(Dataset excerpts)
def tolerances(
    qf: QuadraticForm,
    target: float,
    *,
    assume: Assumption = "worst",
    allocation: Allocation = "equal",
    metric: str = "process",
    cycles: int = 1,
    exact_up_to: int = EXACT_UP_TO,
    groups: Sequence[tuple[str, str]] | None = None,
) -> ToleranceReport:
    """The largest tolerance per knob such that the leading-order prediction stays within ``target``.

    Args:
        qf: the quadratic form of the circuit (already repeated ``cycles`` times), one row per
            site and knob (or per family and knob when sites are not told apart).
        target: E in (0, 1) on ``metric``.
        assume: ``"worst"`` (worst signs at the edges) or ``"random"`` (r.m.s. tolerances).
        allocation: ``"equal"`` shares or ``"common-factor"`` scaling of today's values.
        cycles: repetitions of the circuit behind ``qf`` (for ``max_cycles``), >= 1.
        groups: the report row (family, knob) of each row of ``qf``; rows of one group share one
            tolerance (every site of a family within ±t, each with its own sign). None: one
            report row per row of ``qf``.

    A sensitivity A_ff counts as zero when it is below :data:`ZERO_RELATIVE` times the largest
    one (or times 1 per rad², the size of one gate's over-rotation, when all are smaller): such
    values are rounding noise of a cancellation, not a first-order effect.

    Check (design.md §3): N repetitions of an X over-rotation, process metric, A = N²/4, so
    the worst-case tolerance is 2·sqrt(E)/N, within 5 % of the exact 2·arcsin(sqrt(E))/N for E <= 0.1:

    >>> qf = QuadraticForm((("x", "overrotation"),), np.array([[100.0**2 / 4]]), np.array([1e-3]), 0.0, {})
    >>> r = tolerances(qf, 1e-4)
    >>> round(r.rows[0].tolerance_rad, 8), round(r.rows[0].tighten_by, 6), r.rows[0].status
    (0.0002, 5.0, 'tighten')
    """
    check_form(qf)
    target = check_target(target)
    if assume not in ASSUMPTIONS:
        raise InputError(f"assume = {assume!r}: expected one of {', '.join(ASSUMPTIONS)}")
    if allocation not in ALLOCATIONS:
        raise InputError(f"allocation = {allocation!r}: expected one of {', '.join(ALLOCATIONS)}")
    if isinstance(cycles, bool) or not isinstance(cycles, numbers.Integral) or cycles < 1:
        raise InputError(f"cycles = {cycles!r}: expected a whole number >= 1")
    labels = list(qf.labels)
    groups = list(groups) if groups is not None else labels
    if len(groups) != len(labels):
        raise ValueError(f"tolerances: {len(groups)} groups for {len(labels)} rows of the quadratic form")
    keys = list(dict.fromkeys(groups))
    member = np.array([keys.index(g) for g in groups], dtype=int)
    values = np.asarray(qf.values_rad, dtype=float)
    now = np.abs(values)
    live = live_rows(qf.matrix)
    a = np.where(np.outer(live, live), np.asarray(qf.matrix, dtype=float), 0.0)
    diag = np.diag(a).copy()
    floor, budget = float(qf.floor), target - float(qf.floor)
    exact, warnings, gap = True, [], 1.0

    def coherent(t: np.ndarray) -> float:  # the assumed coherent infidelity of site tolerances t
        nonlocal exact, gap
        t = np.where(live, t, 0.0)
        if assume == "random":
            return float(np.sum(diag * t**2))
        m = box_maximum(a, t, exact_up_to=exact_up_to)
        exact = exact and m.exact
        if not m.exact and m.attained > 0:
            gap = max(gap, m.value / m.attained)
        return m.value

    # a group's own weight: its sites at ±1 rad, the rest at zero (worst or mean over signs)
    weight = np.array([coherent((member == g).astype(float)) for g in range(len(keys))])
    group_live = weight > ZERO_RELATIVE * max(1.0, float(np.max(weight, initial=0.0)))
    live &= group_live[member]
    assumed_now = coherent(now)
    factor = math.sqrt(assumed_now / budget) if budget > 0 else math.inf
    counted = group_live[member]  # sites of groups with a first-order effect
    if budget <= 0:
        tol = np.where(counted, 0.0, math.inf)
    elif allocation == "common-factor":
        tol = np.where(counted, now / factor if factor > 0 else math.inf, math.inf)
    else:
        unit = np.where(counted, 1 / np.sqrt(np.where(group_live, weight, 1.0))[member], 0.0)
        spread = coherent(unit)
        tol = np.where(counted, unit * math.sqrt(budget / spread), math.inf) if spread > 0 else np.full(len(now), math.inf)
    if budget > 0 and np.any(counted & (tol > math.pi)):
        names = sorted({knob_key(groups[i]) for i in np.flatnonzero(counted & (tol > math.pi))})
        warnings.append(f"{LEADING_ORDER_ONLY}{', '.join(names)}: the leading-order tolerance exceeds π rad, which is no calibration "
                        "tolerance; it is capped at π (the knob barely matters at leading order)")
    single = np.where(live & np.isfinite(tol), diag * np.where(np.isfinite(tol), np.minimum(tol, math.pi), 0.0) ** 2, 0.0)
    if budget > 0 and np.any(single > VALID_UP_TO):
        i = int(np.argmax(single))
        warnings.append(f"{LEADING_ORDER_ONLY}{knob_key(groups[i])} at its tolerance alone gives a leading-order "
                        f"infidelity of {single[i]:.3g}, beyond about {VALID_UP_TO:g} where the quadratic form holds; "
                        "only an engine run at the tolerances (the closed-loop check) can confirm them")
    rows = [
        make_row(key, [SiteTolerance(labels[i][0], labels[i][1], float(values[i]), _capped(float(tol[i])))
                       for i in np.flatnonzero(member == g)], feasible=budget > 0,
                 order="first" if group_live[g] else "none")
        for g, key in enumerate(keys)
    ]
    rows.sort(key=lambda r: (-r.tighten_by, -abs(r.current_rad), r.family, r.knob))
    if not exact and gap - 1 <= 1e-9:  # the bound meets a setting found: rounding, not a gap
        warnings.append(
            f"more than {exact_up_to} interfering knobs: the worst case uses an upper bound, and a sign setting "
            "reaches it (docs/tolerances.md), so the leading-order tolerances are exact"
        )
    elif not exact:
        warnings.append(
            f"more than {exact_up_to} interfering knobs: the worst case uses an upper bound at most "
            f"{100 * (gap - 1):.3g} % above the worst setting found (docs/tolerances.md), so the leading-order "
            f"tolerances are safe and at most {100 * (math.sqrt(gap) - 1):.2g} % too tight"
        )
    return ToleranceReport(
        target=target, metric=metric, assume=assume, allocation=allocation, incoherent_floor=floor,
        floor_sources=dict(qf.floor_sources), coherent_budget=budget, feasible=budget > 0, rows=tuple(rows),
        common_factor=factor, current_signed=float(values @ np.asarray(qf.matrix) @ values) + floor,
        current_assumed=assumed_now + floor, cycles=int(cycles),
        max_cycles=int(math.floor(cycles * target / floor * (1 + 1e-12))) if floor > 0 else None,
        exact=exact, warnings=tuple(warnings),
    )
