"""Free compensation: virtual-Z frame changes that cancel accumulated coherent error.

A virtual Z (a frame change, rz) costs no device time on superconducting hardware (common practice,
no source). ``budget compensate`` adds, at chosen points — the end of every repeated block (applied
after each repetition) and the end of the circuit — a phase φ per qubit, and chooses the phases that
minimise the leading-order infidelity.

To leading order (design.md §5) e ≈ xᵀ A x + s over all coherent knobs x. Each correction is a
``z_phase`` knob of an rz(0) inserted at its point, so with x = (δ, φ), δ today's knob values,

    e(φ) = δᵀ A_δδ δ + 2 φᵀ A_φδ δ + φᵀ A_φφ φ + s,

a linear least-squares problem: A = Gᵀ G for the linear map G from knobs to the propagated error
generator, and minimising ‖G_δ δ + G_φ φ‖² gives the normal equations A_φφ φ = -A_φδ δ, solved with
``scipy.linalg.lstsq`` (minimum-norm φ when corrections are redundant). The predicted gain is
-φᵀ A_φδ δ. The corrected circuit (the ideal circuit unchanged, the rz(φ) acting as error
cancellation) is then run with the most accurate engine that fits.
"""

from __future__ import annotations

import dataclasses
import math
from dataclasses import dataclass
from typing import Any, Callable

import numpy as np
import scipy.linalg

from budget.analysis.run import read_circuit, read_model
from budget.circuit.walk import Kind, kind_of, layers
from budget.engines.door import choose_engine
from budget.analysis.sensitivity import quadratic_form
from budget.circuit.ir import Layer, Operation, StructuredCircuit
from budget.errors.attach import attach
from budget.errors.knobs import coherent_error
from budget.errors.noisy import NoisyCircuit, NoisyLayer, NoisyOperation
from budget.errors.params import GateParams
from budget.problems import InputError

_FAMILY = "virtual-Z"


@dataclass(frozen=True)
class Point:
    """A place where corrections go: ``block`` = pre-order index of a repeated block, or None for the
    end of the circuit; ``qubits`` the qubit indices it corrects; ``where`` its name in reports."""

    block: int | None
    qubits: tuple[int, ...]
    where: str


@dataclass(frozen=True)
class Correction:
    """One virtual-Z correction: rz(angle_rad) on ``qubit`` at ``where``."""

    qubit: str
    where: str
    angle_rad: float
    block: int | None
    qubit_index: int


@dataclass(frozen=True)
class Compensation:
    """Before and after, first-order and engine values, and the corrections. ``before``/``after``
    are None when the circuit is beyond the engine's first-order range (no value there)."""

    source: str
    metric: str
    engine: str
    before: float | None
    after: float | None
    before_first_order: float
    after_first_order: float
    corrections: tuple[Correction, ...]
    echoes: tuple | None = None  # budget.analysis.echo.Echo suggestions, when asked for

    def to_dict(self) -> dict:
        """The documented JSON (docs/json-schema.md, ``budget compensate``)."""
        out = {
            "before": {"infidelity": self.before, "first_order": self.before_first_order},
            "after": {"infidelity": self.after, "first_order": self.after_first_order},
            "corrections": [{"qubit": c.qubit, "where": c.where, "angle_rad": c.angle_rad} for c in self.corrections],
        }
        if self.echoes is not None:
            out["echoes"] = [{"qubit": e.qubit, "where": e.where, "layers": list(e.layers), "lines": list(e.lines),
                              "infidelity": e.infidelity} for e in self.echoes]
        return out


POINTS = ("all", "blocks", "end")


def correction_points(circuit: StructuredCircuit, which: str = "all") -> tuple[Point, ...]:
    """The end of each repeated block (pre-order) and the end of the circuit, every qubit at each (a
    qubit idle in a block still collects errors there: relaxation, and spectator couplings).

    ``which``: ``"all"``, ``"blocks"`` (block ends only) or ``"end"`` (end of circuit only); a
    block left out keeps its index, with no qubits."""
    points: list[Point] = []

    def walk(items: tuple) -> None:
        for it in items:
            if kind_of(it, "correction_points") is Kind.REPEAT:
                ops = _ops(it.body)
                line = next((o.line for o in ops if o.line is not None), None)
                index = len(points)
                qubits = tuple(range(circuit.num_qubits)) if which != "end" else ()
                points.append(Point(index, qubits,
                                    f"end of block {index + 1}" + (f" (line {line})" if line else "")
                                    + f", after each of its {it.count} repetitions"))
                walk(it.body)

    walk(circuit.body)
    points.append(Point(None, tuple(range(circuit.num_qubits)) if which != "blocks" else (), "end of circuit"))
    return tuple(points)


def _ops(items: tuple) -> list[Operation]:
    return [op for it, _ in layers(items, where="correction_points") for op in it.operations]


def _rz_op(qubit: int, name: str, where: str, angle: float) -> NoisyOperation:
    """rz(0) on ``qubit`` whose z_phase error is the correction ``angle`` (family names the point)."""
    coh = coherent_error("rz", (0.0,), GateParams(z_phase=(angle,)), 1)
    return NoisyOperation(Operation("rz", (qubit,), (0.0,)), f"{_FAMILY} {name} @{where}", coh.unitary,
                          dict(coh.hamiltonian), knob_generators={k: dict(g) for k, g in coh.generators.items()},
                          knob_values=dict(coh.values))


def map_blocks(items: tuple, fn: Callable[[int, tuple], tuple]) -> tuple:
    """The same items with the body of the k-th repeated block (pre-order, as
    :func:`correction_points` numbers them) replaced by ``fn(k, body)``, inner blocks first;
    works on circuits and noisy circuits alike."""
    counter = [0]

    def walk(items: tuple) -> tuple:
        out: list = []
        for it in items:
            if kind_of(it, "map_blocks") is Kind.REPEAT:
                index = counter[0]
                counter[0] += 1
                out.append(type(it)(fn(index, walk(it.body)), it.count))
            else:
                out.append(it)  # layers, and measurement items (circuits with them are refused upstream)
        return tuple(out)

    return walk(items)


def _extend_blocks(items: tuple, extra: Callable[[int], tuple]) -> tuple:
    """The same items with ``extra(k)`` appended to the body of the k-th repeated block."""
    return map_blocks(items, lambda k, body: body + extra(k))


def with_corrections(noisy: NoisyCircuit, points: tuple[Point, ...], angles: dict[tuple, float]) -> NoisyCircuit:
    """The noisy circuit with a layer of correction rz at each point; ``angles[(block, qubit)]``
    gives each correction (0 where absent: a knob at zero, for the quadratic form)."""
    def layer(point: Point) -> NoisyLayer:
        ops = tuple(_rz_op(q, noisy.qubits[q], point.where, angles.get((point.block, q), 0.0)) for q in point.qubits)
        return NoisyLayer(ops, (), 0.0)

    by_block = {p.block: p for p in points}

    def extra(index: int) -> tuple:
        point = by_block.get(index)
        return (layer(point),) if point and point.qubits else ()

    body = _extend_blocks(noisy.body, extra)
    end = by_block.get(None)
    if end is not None and end.qubits:
        body += (layer(end),)
    return dataclasses.replace(noisy, body=body)


def compensate(circuit: Any, errors: Any, *, cycles: int = 1, metric: str = "process", engine: str = "auto",
               form_engine: str = "auto", points: str = "all") -> Compensation:
    """Virtual-Z corrections minimising the leading-order infidelity, verified with ``engine``.

    Args:
        circuit, errors, cycles, metric: as for :func:`budget.analysis.run.analyze`.
        engine: the engine that verifies (``"auto"``: the most accurate that fits).
        form_engine: the engine that builds the quadratic form (``"auto"``, ``"clifford"``, ``"generators"``).
        points: ``"all"``, ``"blocks"`` (end of each repeated block) or ``"end"`` (end of circuit).
    """
    if points not in POINTS:
        raise InputError(f"points = {points!r}: expected one of {', '.join(POINTS)}")
    structured = read_circuit(circuit).with_cycles(cycles)
    if structured.has_mid_circuit:
        raise InputError(f"{structured.source}: free compensation is computed for gate-only circuits "
                         f"({structured.mid_circuit_reason()})")
    noisy = attach(structured, read_model(errors))
    where = correction_points(structured, points)
    if not any(p.qubits for p in where):
        raise InputError(f"{structured.source}: no correction point ({points}): the circuit has no repeated "
                         "block (use --cycles or --points all)")
    probe = with_corrections(noisy, where, {})
    qf = quadratic_form(probe, metric, engine=form_engine)
    a, x = np.asarray(qf.matrix, float), np.asarray(qf.values_rad, float)
    slots = {f"{_FAMILY} {noisy.qubits[q]} @{p.where}": (p, q) for p in where for q in p.qubits}
    c = [i for i, (fam, knob) in enumerate(qf.labels) if fam in slots]
    r = [i for i in range(len(qf.labels)) if i not in c]
    phi = np.zeros(len(c))
    if c and r:
        rhs = -a[np.ix_(c, r)] @ x[r]
        phi = scipy.linalg.lstsq(a[np.ix_(c, c)], rhs, cond=1e-12)[0] if np.any(rhs) else phi
    x_after = x.copy()
    x_after[c] = phi
    fo_before = float(x @ a @ x + qf.floor)
    fo_after = float(x_after @ a @ x_after + qf.floor)
    corrections = []
    for i, value in zip(c, phi):
        point, q = slots[qf.labels[i][0]]
        angle = float(math.remainder(value, 2 * math.pi))
        if abs(angle) > 1e-15:
            corrections.append(Correction(noisy.qubits[q], point.where, angle, point.block, q))
    runner = choose_engine(noisy, metric, engine)
    before = runner.run(noisy, metric)
    fixed = with_corrections(noisy, where, {(k.block, k.qubit_index): k.angle_rad for k in corrections})
    after = choose_engine(fixed, metric, engine).run(fixed, metric)
    return Compensation(structured.source, metric, after.engine, _value(before), _value(after),
                        fo_before, fo_after, tuple(corrections))


def engine_value(x: float | None, fmt) -> str:
    """An engine's infidelity for people: ``fmt(x)``, or "beyond range" when it has no value."""
    return "beyond range" if x is None else fmt(x)


def first_order_value(x: float, fmt) -> str:
    """A first-order (quadratic-form) prediction for people: above 1 it is no infidelity any more."""
    return "above 1 (first order fails)" if x > 1 else fmt(x)


def _value(result) -> float | None:
    """The engine's infidelity, or None beyond its range (no value there, as in ``budget analyze``)."""
    return None if result.beyond_range else float(result.infidelity)


def corrected_circuit(circuit: StructuredCircuit, corrections: tuple[Correction, ...]) -> StructuredCircuit:
    """The circuit with the corrections as real rz gates (what the device runs), for writing out.
    ``circuit`` must be the one :func:`compensate` used (cycles included)."""
    by_block: dict[int | None, list[Operation]] = {}
    for k in corrections:
        by_block.setdefault(k.block, []).append(Operation("rz", (k.qubit_index,), (k.angle_rad,)))
    def extra(index: int) -> tuple:
        return (Layer(tuple(by_block[index])),) if index in by_block else ()

    body = _extend_blocks(circuit.body, extra) + ((Layer(tuple(by_block[None])),) if None in by_block else ())
    return dataclasses.replace(circuit, body=body)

Exercise objective >> Look through the records and gather each line with the word "counter".

Response to this exercise >>
    counter = [0]
                index = counter[0]
                counter[0] += 1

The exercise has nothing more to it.